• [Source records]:
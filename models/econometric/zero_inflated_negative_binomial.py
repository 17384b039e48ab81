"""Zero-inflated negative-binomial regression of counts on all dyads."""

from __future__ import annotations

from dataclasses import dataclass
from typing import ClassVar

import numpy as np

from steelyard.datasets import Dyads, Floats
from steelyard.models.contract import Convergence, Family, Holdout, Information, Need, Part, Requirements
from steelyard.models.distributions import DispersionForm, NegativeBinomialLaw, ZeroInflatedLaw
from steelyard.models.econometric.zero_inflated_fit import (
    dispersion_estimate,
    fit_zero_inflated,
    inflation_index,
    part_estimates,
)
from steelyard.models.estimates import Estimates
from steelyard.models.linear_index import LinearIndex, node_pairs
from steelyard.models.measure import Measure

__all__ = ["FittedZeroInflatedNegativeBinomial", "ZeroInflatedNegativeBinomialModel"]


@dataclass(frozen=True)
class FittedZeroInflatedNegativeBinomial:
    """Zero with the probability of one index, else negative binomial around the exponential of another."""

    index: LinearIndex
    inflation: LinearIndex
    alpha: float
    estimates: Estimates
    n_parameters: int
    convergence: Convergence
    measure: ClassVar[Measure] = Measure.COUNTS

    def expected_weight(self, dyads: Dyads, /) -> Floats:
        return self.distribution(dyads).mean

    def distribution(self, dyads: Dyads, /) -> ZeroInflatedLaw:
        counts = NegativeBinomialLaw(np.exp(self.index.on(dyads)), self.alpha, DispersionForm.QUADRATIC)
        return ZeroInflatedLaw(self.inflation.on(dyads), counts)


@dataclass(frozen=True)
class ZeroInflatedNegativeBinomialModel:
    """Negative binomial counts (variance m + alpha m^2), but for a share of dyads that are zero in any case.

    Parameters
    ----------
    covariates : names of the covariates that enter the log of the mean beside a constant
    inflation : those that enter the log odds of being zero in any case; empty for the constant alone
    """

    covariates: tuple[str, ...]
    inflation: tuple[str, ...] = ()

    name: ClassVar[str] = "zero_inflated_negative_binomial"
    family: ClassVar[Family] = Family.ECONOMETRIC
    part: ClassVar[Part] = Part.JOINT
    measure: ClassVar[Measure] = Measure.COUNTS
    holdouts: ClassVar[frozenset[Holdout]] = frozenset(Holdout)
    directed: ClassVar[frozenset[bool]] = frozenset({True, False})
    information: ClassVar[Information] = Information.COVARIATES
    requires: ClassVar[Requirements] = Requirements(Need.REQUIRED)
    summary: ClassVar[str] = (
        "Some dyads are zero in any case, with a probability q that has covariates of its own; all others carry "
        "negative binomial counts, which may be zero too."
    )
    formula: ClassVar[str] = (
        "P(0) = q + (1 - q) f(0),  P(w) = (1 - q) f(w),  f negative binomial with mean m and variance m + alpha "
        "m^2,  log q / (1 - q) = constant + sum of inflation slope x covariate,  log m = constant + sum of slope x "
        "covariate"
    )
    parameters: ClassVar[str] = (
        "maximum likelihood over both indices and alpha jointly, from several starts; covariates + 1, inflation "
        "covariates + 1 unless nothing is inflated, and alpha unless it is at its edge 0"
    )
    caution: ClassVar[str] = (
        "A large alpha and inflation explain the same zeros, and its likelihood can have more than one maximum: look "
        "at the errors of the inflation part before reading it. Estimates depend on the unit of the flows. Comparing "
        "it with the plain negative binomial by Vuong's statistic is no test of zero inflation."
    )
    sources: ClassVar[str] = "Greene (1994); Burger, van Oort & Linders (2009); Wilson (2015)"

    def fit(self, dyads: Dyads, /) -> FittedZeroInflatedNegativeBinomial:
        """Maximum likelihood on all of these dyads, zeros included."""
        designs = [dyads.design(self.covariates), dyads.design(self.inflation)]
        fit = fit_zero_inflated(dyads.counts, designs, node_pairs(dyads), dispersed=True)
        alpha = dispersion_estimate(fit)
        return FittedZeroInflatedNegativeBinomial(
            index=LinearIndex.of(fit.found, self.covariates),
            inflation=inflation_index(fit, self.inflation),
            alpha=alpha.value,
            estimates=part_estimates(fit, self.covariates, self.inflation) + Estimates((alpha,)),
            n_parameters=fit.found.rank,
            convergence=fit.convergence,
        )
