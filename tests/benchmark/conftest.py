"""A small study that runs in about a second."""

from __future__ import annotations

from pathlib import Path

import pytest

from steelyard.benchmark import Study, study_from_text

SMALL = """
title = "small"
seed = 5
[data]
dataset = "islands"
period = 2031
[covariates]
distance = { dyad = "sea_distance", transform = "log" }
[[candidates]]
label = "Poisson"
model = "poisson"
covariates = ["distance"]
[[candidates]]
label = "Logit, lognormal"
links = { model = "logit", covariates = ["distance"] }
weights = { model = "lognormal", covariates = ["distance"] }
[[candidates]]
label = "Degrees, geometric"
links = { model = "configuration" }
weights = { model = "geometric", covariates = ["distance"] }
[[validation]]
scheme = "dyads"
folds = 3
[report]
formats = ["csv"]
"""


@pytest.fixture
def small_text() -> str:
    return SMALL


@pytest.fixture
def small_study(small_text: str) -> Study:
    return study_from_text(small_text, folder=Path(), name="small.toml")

• [Exercise aim]: Return the entries above word for word.

• [Your solution]:
filename models/econometric/zero_inflated_negative_binomial.py
repository 17384b039e48ab81
"""Zero-inflated negative-binomial regression of counts on all dyads."""

from __future__ import annotations

from dataclasses import dataclass
from typing import ClassVar

import numpy as np

from steelyard.datasets import Dyads, Floats
from steelyard.models.contract import Convergence, Family, Holdout, Information, Need, Part, Requirements
from steelyard.models.distributions import DispersionForm, NegativeBinomialLaw, ZeroInflatedLaw
from steelyard.models.econometric.zero_inflated_fit import (
    dispersion_estimate,
    fit_zero_inflated,
    inflation_index,
    part_estimates,
)
from steelyard.models.estimates import Estimates
from steelyard.models.linear_index import LinearIndex, node_pairs
from steelyard.models.measure import Measure

__all__ = ["FittedZeroInflatedNegativeBinomial", "ZeroInflatedNegativeBinomialModel"]


@dataclass(frozen=True)
class FittedZeroInflatedNegativeBinomial:
    """Zero with the probability of one index, else negative binomial around the exponential of another."""

    index: LinearIndex
    inflation: LinearIndex
    alpha: float
    estimates: Estimates
    n_parameters: int
    convergence: Convergence
    measure: ClassVar[Measure] = Measure.COUNTS

    def expected_weight(self, dyads: Dyads, /) -> Floats:
        return self.distribution(dyads).mean

    def distribution(self, dyads: Dyads, /) -> ZeroInflatedLaw:
        counts = NegativeBinomialLaw(np.exp(self.index.on(dyads)), self.alpha, DispersionForm.QUADRATIC)
        return ZeroInflatedLaw(self.inflation.on(dyads), counts)


@dataclass(frozen=True)
class ZeroInflatedNegativeBinomialModel:
    """Negative binomial counts (variance m + alpha m^2), but for a share of dyads that are zero in any case.

    Parameters
    ----------
    covariates : names of the covariates that enter the log of the mean beside a constant
    inflation : those that enter the log odds of being zero in any case; empty for the constant alone
    """

    covariates: tuple[str, ...]
    inflation: tuple[str, ...] = ()

    name: ClassVar[str] = "zero_inflated_negative_binomial"
    family: ClassVar[Family] = Family.ECONOMETRIC
    part: ClassVar[Part] = Part.JOINT
    measure: ClassVar[Measure] = Measure.COUNTS
    holdouts: ClassVar[frozenset[Holdout]] = frozenset(Holdout)
    directed: ClassVar[frozenset[bool]] = frozenset({True, False})
    information: ClassVar[Information] = Information.COVARIATES
    requires: ClassVar[Requirements] = Requirements(Need.REQUIRED)
    summary: ClassVar[str] = (
        "Some dyads are zero in any case, with a probability q that has covariates of its own; all others carry "
        "negative binomial counts, which may be zero too."
    )
    formula: ClassVar[str] = (
        "P(0) = q + (1 - q) f(0),  P(w) = (1 - q) f(w),  f negative binomial with mean m and variance m + alpha "
        "m^2,  log q / (1 - q) = constant + sum of inflation slope x covariate,  log m = constant + sum of slope x "
        "covariate"
    )
    parameters: ClassVar[str] = (
        "maximum likelihood over both indices and alpha jointly, from several starts; covariates + 1, inflation "
        "covariates + 1 unless nothing is inflated, and alpha unless it is at its edge 0"
    )
    caution: ClassVar[str] = (
        "A large alpha and inflation explain the same zeros, and its likelihood can have more than one maximum: look "
        "at the errors of the inflation part before reading it. Estimates depend on the unit of the flows. Comparing "
        "it with the plain negative binomial by Vuong's statistic is no test of zero inflation."
    )
    sources: ClassVar[str] = "Greene (1994); Burger, van Oort & Linders (2009); Wilson (2015)"

    def fit(self, dyads: Dyads, /) -> FittedZeroInflatedNegativeBinomial:
        """Maximum likelihood on all of these dyads, zeros included."""
        designs = [dyads.design(self.covariates), dyads.design(self.inflation)]
        fit = fit_zero_inflated(dyads.counts, designs, node_pairs(dyads), dispersed=True)
        alpha = dispersion_estimate(fit)
        return FittedZeroInflatedNegativeBinomial(
            index=LinearIndex.of(fit.found, self.covariates),
            inflation=inflation_index(fit, self.inflation),
            alpha=alpha.value,
            estimates=part_estimates(fit, self.covariates, self.inflation) + Estimates((alpha,)),
            n_parameters=fit.found.rank,
            convergence=fit.convergence,
        )
filename tests/benchmark/conftest.py
"""A small study that runs in about a second."""

from __future__ import annotations

from pathlib import Path

import pytest

from steelyard.benchmark import Study, study_from_text

SMALL = """
title = "small"
seed = 5
[data]
dataset = "islands"
period = 2031
[covariates]
distance = { dyad = "sea_distance", transform = "log" }
[[candidates]]
label = "Poisson"
model = "poisson"
covariates = ["distance"]
[[candidates]]
label = "Logit, lognormal"
links = { model = "logit", covariates = ["distance"] }
weights = { model = "lognormal", covariates = ["distance"] }
[[candidates]]
label = "Degrees, geometric"
links = { model = "configuration" }
weights = { model = "geometric", covariates = ["distance"] }
[[validation]]
scheme = "dyads"
folds = 3
[report]
formats = ["csv"]
"""


@pytest.fixture
def small_text() -> str:
    return SMALL


@pytest.fixture
def small_study(small_text: str) -> Study:
    return study_from_text(small_text, folder=Path(), name="small.toml")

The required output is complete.